Umuganda as it exists presently was instituted in 2009. It is now regarded as a day of community clean-up. The Rwandan government uses the day to implement programs and plans, like poverty reduction and economic growth. It is meant to involve people in the "decision-making process" and promote involvement in the community. Also, the government is able to have "a forum for local officials to inform citizens about the important news, and for residents to discuss community or individual needs, and as contributing to unity and progress locally, as well as to national development". There is a sense of reconciliation in Rwanda because of Umuganda; however, it is not well documented how much of the Rwandan population feels this way. This may be due to the election and presidency of President Kagame.
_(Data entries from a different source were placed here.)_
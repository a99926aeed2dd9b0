package minimize

import (
	"context"
	"fmt"
	"math"
	"slices"

	"github.com/tenter-go/tenter/constraint"
	"github.com/tenter-go/tenter/field"
	"gonum.org/v1/gonum/floats"
)

// Stationary finds a history that makes the action S stationary under the
// conditions, for either signature: ∂S/∂φ = 0 at every free value, with the
// natural condition at free ends and at a first or last slice that is not pinned.
// It does not ask whether that is a minimum or a saddle, and goes to a stationary
// point near the start; Report.Inertia says which kind was found.
//
// The method is Newton's, with the second variation factorised as LDLᵀ, so that a
// linear equation takes one step. Away from the solution the steps are Powell's
// dogleg, which lower the squared gradient ∫(δS/δφ)² dx dt; they can end in a place
// where that has a minimum above zero, which is reported as Stalled.
//
// Losses and open ends are refused with a *Refusal. The start history is adjusted
// to the conditions first and is not changed. nil conditions hold nothing, nil
// settings are the defaults.
//
// The error is a *NotConverged unless the status is Converged; Found then holds
// the best history. The status is Singular if the second variation has
// eigenvalues that vanish: the conditions leave a family of histories, of which
// one more condition, or Settings.ZeroModes, would choose one, or they contradict
// the equation, as the reason says. A two-time problem is singular if a normal mode
// fits the time between the slices [Bourgin & Duffin 1939, Bull. Amer. Math. Soc.
// 45, 851]. Inertia has the numbers: nullity, smallest |eigenvalue| and the event
// where its vector is largest. With Settings.MinimumNorm the member of the family
// nearest to the start is an answer. The push of a reaction is −∂S/∂φ(E), the
// impulse that a source at E would need to hold the field there.
func Stationary(ctx context.Context, f Functional, held *constraint.Set, start *field.History, set *Settings) (*Found, error) {
	s, err := newStationary(problemStationary, f, held, start, set)
	if err != nil {
		return nil, err
	}
	s.rep.Method = "Newton with Powell's dogleg, nested-dissection LDLᵀ"
	return s.solve(ctx)
}

// stationary is a problem ∂S/∂φ = 0 being solved. Vectors in the metric are W^½
// times changes of the unknowns and W^−½ times derivatives.
type stationary struct {
	*minimum
	bordered  *bordered
	modes     int         // zero modes held, the last rows of the border
	r, trialR []float64   // gradient in the metric, on the constrained space
	null      [][]float64 // null vectors of A at h, once they are asked for
	bare      bool        // no second variation of h is factorised
}

func newStationary(name string, f Functional, held *constraint.Set, start *field.History, set *Settings) (*stationary, error) {
	if f = given(f); f != nil {
		if err := conservative(name, f); err != nil {
			return nil, err
		}
		if set != nil {
			if err := checkReference(f, set.Reference); err != nil {
				return nil, err
			}
		}
	}
	m, err := newMinimum(name, f, held, start, set)
	if err != nil {
		return nil, err
	}
	if m.bounds != nil || m.free.Tally().Soft > 0 {
		return nil, &Refusal{Problem: name, Why: "bounds or soft linear conditions; want hard ones, or ask for the minimum"}
	}
	s := &stationary{minimum: m, bare: true}
	modes, err := s.zeroModes()
	if err != nil {
		return nil, err
	}
	s.modes = len(modes)
	s.hess = newHessian(s.second, s.free, s.grid())
	if s.bordered, err = newBordered(s.problem, s.hess, append(s.linearRows(), modes...)); err != nil {
		return nil, err
	}
	n := s.free.N
	s.r, s.trialR, s.delta = make([]float64, n), make([]float64, n), make([]float64, n)
	first := make([]float64, n)
	s.bordered.meet(first, s.free.Gather(nil, s.h))
	value, _ := s.evaluate(first)
	s.accept(value)
	s.measure()
	s.rep.Before, s.rep.CostBefore = s.rep.After, s.value
	return s, nil
}

// evaluate moves the trial to h + W^−½y and returns the action and |r|² there.
func (s *stationary) evaluate(y []float64) (value, square float64) {
	root := s.bordered.root
	for u, v := range y {
		s.delta[u] = v / root[u]
	}
	s.move(s.delta)
	value = s.f.Value(s.trial)
	s.trialSlope = s.f.Gradient(s.trialSlope, s.trial)
	s.free.Reduce(s.trialGrad, s.trialSlope)
	for u, g := range s.trialGrad {
		s.trialR[u] = g / root[u]
	}
	s.bordered.project(s.trialR)
	for u, v := range s.trialR {
		s.trialGrad[u] = v * root[u]
	}
	return value, floats.Dot(s.trialR, s.trialR)
}

// accept makes the trial the best history.
func (s *stationary) accept(value float64) {
	s.minimum.accept(value)
	s.r, s.trialR = s.trialR, s.r
	s.bare = true
}

// linearise factorises the second variation at h, which measure has evaluated.
func (s *stationary) linearise() error {
	if !s.bare {
		return nil
	}
	s.bordered.assemble(s.second)
	s.rep.Factorisations++
	if err := s.bordered.factorise(0); err != nil {
		return err
	}
	s.null, s.bare = nil, false
	return nil
}

// nullVectors returns the null vectors of the second variation that is
// factorised, none if it has none.
func (s *stationary) nullVectors() ([][]float64, error) {
	_, zero := s.bordered.negative()
	if zero == 0 || s.null != nil {
		return s.null, nil
	}
	if size := 16 * float64(zero) * float64(s.free.N); size > s.set.Memory {
		return nil, fmt.Errorf("minimize: %d null vectors of %d unknowns need %.2g bytes, above the limit of %.2g in the settings", zero, s.free.N, size, s.set.Memory)
	}
	s.null = s.bordered.nullSpace(zero)
	return s.null, nil
}

// newtonStep writes the step to dst, the shortest there is if A is singular.
func (s *stationary) newtonStep(dst []float64) error {
	null, err := s.nullVectors()
	if err != nil {
		return err
	}
	if null == nil {
		s.bordered.solve(dst, s.r)
	} else {
		s.bordered.solveWithin(dst, s.r, null)
	}
	floats.Scale(-1, dst)
	return nil
}

// contradicted reports whether all that is left of the gradient lies along the
// null vectors, where no step can reach it.
func (s *stationary) contradicted() bool {
	if s.null == nil {
		return false
	}
	rest := slices.Clone(s.r)
	along := outside(rest, s.null)
	return floats.Norm(rest, 2) <= 1e-6*along
}

func (s *stationary) solve(ctx context.Context) (*Found, error) {
	limit := s.limit()
	d := newDogleg(s.free.N)
	for square := floats.Dot(s.r, s.r); ; {
		switch {
		case ctx.Err() != nil:
			return s.finish(Stopped, context.Cause(ctx).Error(), context.Cause(ctx))
		case s.rep.After.Max <= s.rep.Tolerance:
			return s.verify(ctx)
		case s.rep.Iterations == limit:
			return s.finish(Stopped, fmt.Sprintf("limit of %d steps reached", limit), nil)
		}
		if s.bare {
			if err := s.linearise(); err != nil {
				return s.finish(Stalled, err.Error(), err)
			}
			if err := s.newtonStep(d.newton); err != nil {
				return s.finish(Stalled, err.Error(), err)
			}
			if s.contradicted() {
				return s.contradiction()
			}
			d.aim(s.bordered, s.r)
		}
		length := d.choose()
		predicted := square - d.predict(s.bordered, s.r)
		value, trial := s.evaluate(d.step)
		step := Step{Gain: (square - trial) / predicted}
		step.Accepted = step.Gain > 1e-4 && trial < square
		d.judge(step.Gain, length)
		if step.Accepted {
			s.accept(value)
			s.measure()
			square = trial
		}
		step.Cost, step.Max = s.rep.CostAfter, s.rep.After.Max
		s.step(step)
		if d.radius < 1e-12*s.h.Norm() || !(predicted > 1e-12*square) {
			return s.stall()
		}
	}
}

// limit returns the largest number of steps.
func (s *stationary) limit() int {
	if s.set.Iterations == 0 {
		return 200
	}
	return s.set.Iterations
}

// stall ends a solve in which no step lowers the gradient.
func (s *stationary) stall() (*Found, error) {
	if err := s.linearise(); err != nil {
		return s.finish(Stalled, err.Error(), err)
	}
	if err := s.count(); err != nil {
		return s.finish(Stalled, err.Error(), err)
	}
	return s.finish(Stalled, "no step lowers the squared gradient, which is not zero; want another start", nil)
}

// contradiction ends a solve whose conditions the equation cannot meet.
func (s *stationary) contradiction() (*Found, error) {
	if err := s.count(); err != nil {
		return s.finish(Singular, err.Error(), err)
	}
	i := s.rep.Inertia
	return s.finish(Singular, fmt.Sprintf("conditions contradict the equation: the second variation has %d null vectors, one of them largest at %v, and the gradient along them cannot vanish", i.Nullity, i.At), nil)
}

// verify takes corrections with one factor for as long as they halve the
// gradient, and says what was found.
func (s *stationary) verify(ctx context.Context) (*Found, error) {
	if err := s.polish(ctx); err != nil {
		return s.finish(Stalled, err.Error(), err)
	}
	if err := s.count(); err != nil {
		return s.finish(Stalled, err.Error(), err)
	}
	reason := "gradient within the tolerance"
	if i := s.rep.Inertia; i.Nullity > 0 || !i.Known {
		reason = fmt.Sprintf("gradient vanishes, but the second variation has nullity %d: smallest |eigenvalue| %.2g, its vector largest at %v", i.Nullity, math.Abs(i.Smallest), i.At)
		if !s.set.MinimumNorm {
			return s.finish(Singular, reason+"; want one more condition or zero modes held, or ask for the minimum norm", nil)
		}
		reason += "; of the family the history nearest to the start"
	}
	return s.finish(Converged, reason, nil)
}

// polish corrects with the factor at h for as long as that halves the gradient.
func (s *stationary) polish(ctx context.Context) error {
	if err := s.linearise(); err != nil {
		return err
	}
	y := make([]float64, s.free.N)
	const most = 20
	for range most {
		if ctx.Err() != nil || s.rep.After.Max == 0 {
			break
		}
		if err := s.newtonStep(y); err != nil {
			return err
		}
		value, _ := s.evaluate(y)
		var after float64
		for _, g := range s.trialGrad {
			after = max(after, math.Abs(g)/s.hk)
		}
		before := s.rep.After.Max
		if !(after < before) {
			break
		}
		s.rep.Corrections++
		s.accept(value)
		s.bare = false // the factor of a history this near will do
		s.rep.After.Max = after
		if after > 0.5*before {
			break
		}
	}
	return nil
}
Inspired by the success of Umuganda in Rwanda, the Mayor of Johannesburg Herman Mashaba introduced a volunteer cleanup programme called A Re Sebetseng in August 2017. President Kagame says about Umuganda day: "We have been talking of schools and new roads—that is what Rwandans deserve. These shouldn't be something out of the ordinary. We may need assistance from others but use it so we can reach where we want to be. Any initiative based on these principles is worthwhile and will be sustainable". The United Nations Mission in South Sudan (UNMISS) instituted a similar program in South Sudan in June 2019. During the COVID-19 pandemic, the practice of Umuganda was a way to mobilize the community to mental and physical health.

==Enforcement and effectiveness==
All Rwandans aged 18 to 65, except those unfit to participate, are legally required to take part in Umuganda civil conscription scheme; non-compliance may result in a fine of RWF 5,000. Umuganda has led to a considerable improvement in the cleanliness of Rwanda.